El Gobierno de Estados Unidos ha desperdiciado cientos de millones de dólares en programas malogrados en Irak y Afganistán, según indicaron hoy las agencias que llevaron a cabo auditorías de esas intervenciones.

La Inspección General para la Reconstrucción de Irak, en un informe divulgado hoy, señaló que Estados Unidos derrochó unos 206 millones de dólares en la construcción de edificios para un programa, ahora reducido, de instrucción policial en Irak.

En un programa que los auditores calificaron como "inútil", el Departamento de Estado construyó edificios para alojamiento y capacitación en el anexo del Colegio Policial de Bagdad a un precio de 108 millones de dólares y otros 98 millones se gastaron en la construcción del consulado en Basora, para que pudiera usarse también para instrucción.

Pero el Departamento de Estado "decidió clausurar el anexo (en Bagdad) poco después de iniciado el programa de instrucción policial, debido a los costos de protección", y el consulado en Basora no se usó" porque el Ministerio del Interior iraquí canceló la instrucción en ese sitio.

En una entrevista con el grupo Center for Public Integrity, el Inspector General, Stuart Bowen, calculó que desde que invadió Irak en marzo de 2003, Estados Unidos ha gastado unos 51.000 millones de dólares en la reconstrucción, de los cuales entre 6.000 millones y 8.000 millones de dólares se han perdido en derroche, fraude y abusos.

En su informe trimestral al Congreso, la Inspección General indicó que a fines de junio había en Irak 1.235 empleados civiles del Gobierno de EE.UU. y, a comienzos de julio, por lo menos 12.477 empleados de contratistas o concesionarios financiados por Estados Unidos.

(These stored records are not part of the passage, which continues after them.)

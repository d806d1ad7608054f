"""Benchmark: ``relaybench run`` on the longest example, and its overhead over the bare API.

Run with ``python tests/bench/bench_cli.py`` (or ``pytest -s tests/bench/bench_cli.py``).
Prints emulated cycles per second of wall time, end to end (a fresh process:
interpreter start, imports, machine compile, assembly, run, report), and the
overhead of the command line over the bare emulator API on the same program,
both measured in-process as CPU time, interleaved, the best of five each.
"""

from __future__ import annotations

import contextlib
import io
import os
import subprocess
import sys
import time
from pathlib import Path

ROOT = Path(__file__).resolve().parents[2]
sys.path.insert(0, str(ROOT))

import asm  # noqa: E402
import emu  # noqa: E402
from emu.cli import main as relaybench  # noqa: E402

PROGRAM = ROOT / "programs" / "ref8" / "ledger.asm"
REPEATS = 5


def bare_api() -> int:
    machine = emu.load_machine("ref8")
    program = asm.assemble_file(PROGRAM, machine)
    emulator = emu.Emulator(machine)
    emulator.load(program.segments)
    pauses = set(program.pauses)
    while True:
        stop = emulator.run(max_cycles=50_000_000 - emulator.cycles)
        if stop.kind != "halted" or stop.address not in pauses:
            return emulator.cycles
        emulator.press_resume()


def command_in_process() -> None:
    with contextlib.redirect_stdout(io.StringIO()):
        assert relaybench(["run", str(PROGRAM), "--json"]) == 0


def best_of(work, repeats: int = REPEATS) -> float:
    times = []
    for _ in range(repeats):
        start = time.process_time()     # CPU time of this process: other load on the machine counts less
        work()
        times.append(time.process_time() - start)
    return min(times)


def end_to_end() -> float:
    env = {**os.environ, "PYTHONPATH": str(ROOT)}
    start = time.perf_counter()
    subprocess.run([sys.executable, "-m", "emu.cli", "run", str(PROGRAM), "--json"], check=True,
                   stdout=subprocess.DEVNULL, env=env)
    return time.perf_counter() - start


def measure() -> dict:
    cycles = bare_api()
    bare = command = float("inf")
    for _ in range(REPEATS):        # interleaved, so drift in the machine's speed hits both alike
        bare = min(bare, best_of(bare_api, 1))
        command = min(command, best_of(command_in_process, 1))
    whole = min(end_to_end() for _ in range(REPEATS))
    return {"cycles": cycles, "bare_s": bare, "command_s": command, "process_s": whole,
            "overhead": (command - bare) / bare}


def report(figures: dict) -> str:
    return "\n".join([
        f"program: {PROGRAM.relative_to(ROOT)}, {figures['cycles']:,} cycles",
        f"relaybench run, end to end (new process): {figures['process_s']:.2f} s = "
        f"{figures['cycles'] / figures['process_s']:,.0f} cycles/s",
        f"bare API in-process: {figures['bare_s']:.3f} s; command line in-process: {figures['command_s']:.3f} s",
        f"command-line overhead over the bare API: {figures['overhead'] * 100:+.1f} % (target: under 10 %)",
    ])


def test_cli_overhead_report():
    figures = measure()
    print("\n" + report(figures))
    assert figures["overhead"] < 0.10


if __name__ == "__main__":
    print(report(measure()))
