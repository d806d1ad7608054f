"""Every acc12 instruction against reference arithmetic outside the project.

acc12 is the second test machine (tests/machines/acc12.toml): a 12-bit
accumulator ``acc``, an 8-bit ``pc``, flags ``zf`` (zero) and ``lk`` (the
link: carry out, or borrow), 256 words of memory, one-word instructions.
Programs are built with the machine's own encoder and run to a trailing
``stop`` on the fused and on the stepping path.

References: Python integers and numpy ``uint16`` arithmetic masked to 12
bits; the link after a subtraction is a borrow (unsigned minuend smaller
than the subtrahend), the convention the ref8 reference ("Flags") fixes and acc12 shares
through its description; rotate through the link as a 13-bit rotate of
``lk:acc`` (common practice, no source).

acc12's clock has a hold point after only one of the two pulses of a turn,
and a run starts just after that hold point. So the generator can freeze
only after an even number of cycles: a ``stop`` whose step lands on an odd
cycle lets one more fetch run before the freeze (pc one further on).
"""

from __future__ import annotations

from pathlib import Path

import numpy as np
import pytest
from hypothesis import given, settings
from hypothesis import strategies as st

import emu

from engine_support import Run, assert_only_changes, encode_forms, one_instruction, run_program

ACC12 = emu.load_machine(Path(__file__).parent / "machines" / "acc12.toml")
FORMS = {ins.display: ins for ins in ACC12.instructions}
STOP = FORMS["stop"]
VISIBLE = [reg.name for reg in ACC12.visible_registers]
FLAGS = list(ACC12.flags)
MASK = 0xFFF
PATHS = ["fused", "stepped"]
EXAMPLES = settings(max_examples=60, deadline=None)

word12 = st.integers(0, MASK)
bit = st.integers(0, 1)
flag_values = st.fixed_dictionaries({name: bit for name in FLAGS})
# Data stays clear of the program at 0x00…0x0F.
data_address = st.integers(0x10, 0xFF)


# ----- reference arithmetic ---------------------------------------------------------

def masked(value) -> int:
    return int(np.uint16(value) & np.uint16(MASK))


def reference_add(a: int, b: int) -> tuple[int, int]:
    with np.errstate(over="ignore"):
        result = masked(np.uint16(a) + np.uint16(b))
    assert result == (a + b) % 4096
    return result, int(a + b > MASK)


def reference_sub(a: int, b: int) -> tuple[int, int]:
    with np.errstate(over="ignore"):
        result = masked(np.uint16(a) - np.uint16(b))
    assert result == (a - b) % 4096
    return result, int(a < b)


# ----- running one program -----------------------------------------------------------

def program(*parts: tuple[str, dict]) -> list[int]:
    return encode_forms(FORMS, *parts)


def stop_after(words) -> list[int]:
    return words + STOP.encode({})


def execute(words, path, *, acc=0, flags=None, memory=None, switches=0, input_bytes=b"",
            max_cycles=200) -> Run:
    return run_program(ACC12, words, path, values={"acc": acc, **(flags or {})}, memory=memory,
                       switches=switches, input_bytes=input_bytes, max_cycles=max_cycles)


def cycles_of(*displays: str) -> int:
    """Cycles of the instructions run, by form; None stands for an undefined word (fetch only)."""
    return sum(len(ACC12.fetch) + (len(FORMS[d].steps) if d else 0) for d in displays)


def check(run: Run, ran: list[str | None], changes: dict[str, int],
          memory_changes: dict[int, int] | None = None, stop_at: int = 1):
    """The stop at ``stop_at`` ended the run after the forms in ``ran`` (the stop last);
    every register, flag and word is as expected and nothing else changed."""
    machine = run.emu
    assert (run.stop.kind, run.stop.address) == ("halted", stop_at)
    to_stop = cycles_of(*ran)
    extra = to_stop % 2
    assert machine.cycles == to_stop + extra
    assert_only_changes(run, VISIBLE + FLAGS, {**run.before, "pc": (stop_at + 1 + extra) % 256, **changes},
                        memory_changes)


# ----- transfers ------------------------------------------------------------------------

@pytest.mark.parametrize("path", PATHS)
@EXAMPLES
@given(acc=word12, flags=flag_values, address=data_address, value=word12)
def test_load(path, acc, flags, address, value):
    run = execute(stop_after(program(("load a", {"a": address}))), path, acc=acc, flags=flags,
                  memory={address: value})
    check(run, ["load a", "stop"], {"acc": value})


@pytest.mark.parametrize("path", PATHS)
@EXAMPLES
@given(acc=word12, flags=flag_values, address=data_address, old=word12)
def test_store(path, acc, flags, address, old):
    run = execute(stop_after(program(("store a", {"a": address}))), path, acc=acc, flags=flags,
                  memory={address: old})
    check(run, ["store a", "stop"], {}, {address: acc})


@pytest.mark.parametrize("path", PATHS)
@EXAMPLES
@given(acc=word12, flags=flag_values, k=st.integers(-128, 255))
def test_set_loads_the_8_bit_field_without_sign_extension(path, acc, flags, k):
    run = execute(stop_after(program(("set k", {"k": k}))), path, acc=acc, flags=flags)
    # acc <- k: the raw 8-bit field, so -1 reads back as 255
    check(run, ["set k", "stop"], {"acc": k % 256})


# ----- arithmetic and logic --------------------------------------------------------------

@pytest.mark.parametrize("path", PATHS)
@EXAMPLES
@given(acc=word12, flags=flag_values, address=data_address, value=word12)
def test_plus(path, acc, flags, address, value):
    run = execute(stop_after(program(("plus a", {"a": address}))), path, acc=acc, flags=flags,
                  memory={address: value})
    result, link = reference_add(acc, value)
    check(run, ["plus a", "stop"], {"acc": result, "zf": int(result == 0), "lk": link})


@pytest.mark.parametrize("path", PATHS)
@EXAMPLES
@given(acc=word12, flags=flag_values, address=data_address, value=word12)
def test_minus(path, acc, flags, address, value):
    run = execute(stop_after(program(("minus a", {"a": address}))), path, acc=acc, flags=flags,
                  memory={address: value})
    result, borrow = reference_sub(acc, value)
    check(run, ["minus a", "stop"], {"acc": result, "zf": int(result == 0), "lk": borrow})


@pytest.mark.parametrize("path", PATHS)
@EXAMPLES
@given(acc=word12, flags=flag_values, address=data_address, value=word12)
def test_mask_sets_zf_and_keeps_the_link(path, acc, flags, address, value):
    run = execute(stop_after(program(("mask a", {"a": address}))), path, acc=acc, flags=flags,
                  memory={address: value})
    result = int(np.bitwise_and(np.uint16(acc), np.uint16(value)))
    check(run, ["mask a", "stop"], {"acc": result, "zf": int(result == 0)})


@pytest.mark.parametrize("path", PATHS)
@EXAMPLES
@given(acc=st.one_of(word12, st.just(MASK)), flags=flag_values)
def test_bump(path, acc, flags):
    run = execute(stop_after(program(("bump", {}))), path, acc=acc, flags=flags)
    result, link = reference_add(acc, 1)
    check(run, ["bump", "stop"], {"acc": result, "zf": int(result == 0), "lk": link})


@pytest.mark.parametrize("path", PATHS)
@EXAMPLES
@given(acc=word12, flags=flag_values)
def test_twice(path, acc, flags):
    run = execute(stop_after(program(("twice", {}))), path, acc=acc, flags=flags)
    with np.errstate(over="ignore"):
        result = masked(np.left_shift(np.uint16(acc), np.uint16(1)))
    check(run, ["twice", "stop"], {"acc": result, "zf": int(result == 0), "lk": acc >> 11})


@pytest.mark.parametrize("path", PATHS)
@EXAMPLES
@given(acc=word12, flags=flag_values)
def test_carry_rotates_through_the_link(path, acc, flags):
    run = execute(stop_after(program(("carry", {}))), path, acc=acc, flags=flags)
    thirteen = flags["lk"] << 12 | acc
    rotated = (thirteen << 1 | thirteen >> 12) & 0x1FFF
    check(run, ["carry", "stop"], {"acc": rotated & MASK, "zf": int(rotated & MASK == 0), "lk": rotated >> 12})


@pytest.mark.parametrize(("display", "acc", "operand", "result", "zf", "lk"), [
    # worked examples, by hand
    ("plus a", 0xFFF, 0x001, 0x000, 1, 1),
    ("plus a", 0x7FF, 0x001, 0x800, 0, 0),
    ("minus a", 0x000, 0x001, 0xFFF, 0, 1),
    ("minus a", 0x123, 0x123, 0x000, 1, 0),
    ("bump", 0xFFF, None, 0x000, 1, 1),
    ("twice", 0x801, None, 0x002, 0, 1),
    ("carry", 0x800, None, 0x000, 1, 1),
])
def test_worked_examples(display, acc, operand, result, zf, lk):
    values = {"a": 0x80} if FORMS[display].fields else {}
    run = execute(stop_after(program((display, values))), "fused", acc=acc, flags={"zf": 0, "lk": 0},
                  memory={0x80: operand or 0})
    assert (run.emu.get("acc"), run.emu.get("zf"), run.emu.get("lk")) == (result, zf, lk)


# ----- jumps ------------------------------------------------------------------------------

jump_target = st.integers(0x10, 0xFF)


@pytest.mark.parametrize("path", PATHS)
@EXAMPLES
@given(acc=word12, flags=flag_values, target=jump_target)
def test_go(path, acc, flags, target):
    run = execute(program(("go a", {"a": target})), path, acc=acc, flags=flags,
                  memory={target: STOP.encode({})[0]})
    check(run, ["go a", "stop"], {}, stop_at=target)


@pytest.mark.parametrize("path", PATHS)
@pytest.mark.parametrize(("display", "flag"), [("gozero a", "zf"), ("golink a", "lk")])
@EXAMPLES
@given(acc=word12, flags=flag_values, target=jump_target)
def test_conditional_go(path, display, flag, acc, flags, target):
    run = execute(stop_after(program((display, {"a": target}))), path, acc=acc, flags=flags,
                  memory={target: STOP.encode({})[0]})
    check(run, [display, "stop"], {}, stop_at=target if flags[flag] else 1)


# ----- ports ---------------------------------------------------------------------------------

@pytest.mark.parametrize("path", PATHS)
@EXAMPLES
@given(acc=word12, switches=word12)
def test_get_port_0_reads_all_12_switches(path, acc, switches):
    run = execute(stop_after(program(("get p", {"p": 0}))), path, acc=acc, switches=switches)
    check(run, ["get p", "stop"], {"acc": switches})


@pytest.mark.parametrize("path", PATHS)
@EXAMPLES
@given(stream=st.binary(max_size=2))
def test_get_input_and_input_ready(path, stream):
    words = stop_after(program(("get p", {"p": 2}), ("store a", {"a": 0x20}),
                               ("get p", {"p": 1}), ("store a", {"a": 0x21}),
                               ("get p", {"p": 1})))
    run = execute(words, path, input_bytes=stream)
    padded = list(stream) + [0, 0]
    check(run, ["get p", "store a"] * 2 + ["get p", "stop"], {"acc": padded[1]},
          {0x20: int(len(stream) > 0), 0x21: padded[0]}, stop_at=5)


@pytest.mark.parametrize("path", PATHS)
@EXAMPLES
@given(acc=word12)
def test_put_console_takes_the_low_byte_and_lamps_take_the_word(path, acc):
    run = execute(stop_after(program(("put p", {"p": 0}), ("put p", {"p": 1}))), path, acc=acc)
    check(run, ["put p", "put p", "stop"], {}, stop_at=2)
    assert run.emu.output == bytes([acc & 0xFF])
    assert run.emu.lamps == acc
    assert run.emu.warnings == []


@pytest.mark.parametrize("path", PATHS)
def test_unmapped_port_reads_0_and_is_counted(path):
    run = execute(stop_after(program(("get p", {"p": 9}), ("put p", {"p": 9}))), path, acc=0x555)
    check(run, ["get p", "put p", "stop"], {"acc": 0}, stop_at=2)
    assert run.emu.warnings == ["1 read from port 9, which has no device",
                                "1 write to port 9, which has no device"]


# ----- skip, stop, undefined words, cycle counts ----------------------------------------------

@pytest.mark.parametrize("path", PATHS)
@EXAMPLES
@given(acc=word12, flags=flag_values, skips=st.integers(0, 3))
def test_skip_and_the_freeze_one_cycle_into_the_next_instruction(path, acc, flags, skips):
    words = stop_after(program(*[("skip", {})] * skips))
    run = execute(words, path, acc=acc, flags=flags)
    odd = (skips * len(ACC12.fetch) + len(ACC12.fetch) + len(STOP.steps)) % 2
    assert run.emu.cycles == skips + 2 + odd
    # with an odd count, the next word's fetch has run: pc is two past the stop
    assert run.emu.pc == skips + 1 + odd
    check(run, ["skip"] * skips + ["stop"], {}, stop_at=skips)


UNDEFINED = [w for w, index in enumerate(ACC12.decode_table) if index < 0]


@pytest.mark.parametrize("path", PATHS)
@pytest.mark.parametrize("word", [UNDEFINED[0], UNDEFINED[-1]])
def test_undefined_word_runs_as_a_no_op_with_a_warning(path, word):
    run = execute(stop_after([word]), path, acc=0x321, flags={"zf": 1, "lk": 1})
    check(run, [None, "stop"], {})
    assert run.emu.warnings == ["undefined opcode at 0x00 ran as a no-op"]


@pytest.mark.parametrize("path", PATHS)
@pytest.mark.parametrize("display", list(FORMS))
def test_cycle_count_is_fetch_plus_steps(path, display):
    ins = FORMS[display]
    machine = one_instruction(ACC12, ins.encode({name: 0x40 for name in ins.fields}), path, at=0x10)
    assert machine.cycles == len(ACC12.fetch) + len(ins.steps)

La cifra de empleados civiles del gobierno ha bajado un 10 por ciento en relación con el trimestre anterior, y el contingente de contratistas y concesionarios se ha reducido un 26 %.

Por su parte la Inspección General para la Reconstrucción de Afganistán indicó que, dos años después de que el Congreso autorizase 400 millones de dólares para que el Pentágono y el Departamento de Estado financiaran siete proyectos en el país, invadido en 2001, esos trabajos todavía no se iniciaron.

Cinco de esos proyectos, señaló el informe, apuntaban a aumentar el suministro de energía en el sur de Afganistán y debían completarse a mediados de 2012, cuando se encamine a su fin la misión de la Organización del Tratado del Atlántico Norte en ese país.

El Congreso de EE.UU. ha aprobado, a lo largo de más de una década de intervención, casi 90.000 millones de dólares para la reconstrucción de Afganistán.